IUPUI educates future dental assistants with a unique approach

Dental assisting students at IUPUI practice a procedure with a mannequin in a dental lab

There are nearly 250 dental assisting programs in the country accredited by the Commission on Dental Accreditation (CODA). How does the program at Indiana University-Purdue University Indianapolis (IUPUI) stand out from the crowd? It’s fully housed within the Indiana University School of Dentistry in Indianapolis.

That gives IUPUI dental assisting students the opportunity for a more well-rounded education and valuable experience as they move forward in their careers.

Many dental assisting programs partner with a private practice for clinical rotations. IUPUI students, on the other hand, get the opportunity to work with the variety of specialty clinics within the dental school, including orthodontics, endodontics, pediatric dentistry, and periodontology. Not only do students get to learn more about these specialties, but they also get hands-on experience working in each one.

“Students at other programs still get a great clinical experience, but our students just get to work with so many different providers in all of the recognized specialty clinics,” explains Michelle Priest, CDA, EFDA, M.B.A., who attended the program as a student, has worked there since 2007, and is now the school’s director of dental assisting.

“They don’t get just one specialty experience like most of the other CODA programs,” elaborates Priest. “They get all of the dental specialties to round out their clinical environment.”

To receive their dental assisting certificate, students must complete two semesters and 30 credit hours. This includes approximately 1,000 hours of lectures, labs, and clinical experience. At the end of the semester, students take DANB’s CDA exam, which includes the General Chairside Assisting (GC), Infection Control (ICE), and Radiation Health and Safety (RHS) component exams.

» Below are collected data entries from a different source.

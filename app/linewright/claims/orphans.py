"""Orphans: significant features that no catalogue line explains, with what they are not."""

from __future__ import annotations

import numpy as np

from .model import Orphan
from .populations import ORIGIN_OF

UNEXPLAINED = 0.5


def rank_orphans(features, claims, solution, catalogue) -> tuple[Orphan, ...]:
    """Features with P(unlisted) above one half, most significant first."""
    rows = [i for i, c in enumerate(claims) if c.p_unlisted > UNEXPLAINED]
    weight = np.nan_to_num(features.significance)
    rows.sort(key=lambda i: (-weight[i], int(features.number[i])))
    near = _nearest(features, solution.problem.entries, catalogue, rows)
    return tuple(
        Orphan(int(features.number[i]), claims[i].p_unlisted, words, _why(claims[i]))
        for i, words in zip(rows, near)
    )


def _nearest(features, entries, catalogue, rows) -> list[str]:
    """The nearest entry of each feature's sign, in words; empty where there is none."""
    out = [""] * len(rows)
    for sign in (1, -1):
        same = np.nonzero(entries.sign == sign)[0]
        mine = [k for k, i in enumerate(rows) if features.sign[i] == sign]
        if len(same) == 0 or not mine:
            continue
        wave, place = features.wave[[rows[k] for k in mine]], entries.wave[same]
        right = np.clip(np.searchsorted(place, wave), 1, max(len(place) - 1, 1))
        left, right = right - 1, np.minimum(right, len(place) - 1)
        closer = np.abs(place[right] - wave) < np.abs(place[left] - wave)
        for k, x, j in zip(mine, wave, same[np.where(closer, right, left)]):
            origin = ORIGIN_OF[int(entries.population[j])]
            name = catalogue.species_of(int(entries.row[j]))
            out[k] = f"{name} ({origin}) {x - entries.wave[j]:+.3f} A away"
    return out


def _why(claim) -> str:
    if not claim.candidates:
        return "no predicted line within reach"
    best = claim.candidates[0]
    if abs(best.offset_sigma) > 3:
        return f"{best.species} is {best.offset_sigma:+.1f} sigma off"
    return f"{best.species} fits in place but is predicted too weak or is used elsewhere"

“Students come into this program not knowing a mirror from an explorer or an incisor from a molar, and they leave here knowing how to take radiographs, coronal polishing, and fluoride — they’re expanded functions. The growth in a year is just phenomenal,” says Sheri Alderson, CDA, EDA, B.S., a clinical instructor with the IU dental school since 2001. 

Prepared for a variety of options

Upon completing the program and earning the dental assisting certificate, students have numerous options. Many students choose to begin their careers and start working as a dental assistant right away. Some students go on to enroll in IU’s dental hygiene or dentistry school, which is becoming more popular, says Alderson. The dental school currently has three former dental assisting students enrolled in the D.D.S. program and one who recently graduated.

“It’s certainly no guarantee to get accepted into hygiene or the D.D.S. program, but we feel that [the dental assisting program] gives them a foot in the door,” explains Alderson. “They get to know people, they make contacts, and they also learn if they like dentistry.” 

Many dental assisting students end up working for the dental school down the line, either on a full-time or temporary basis while still in school.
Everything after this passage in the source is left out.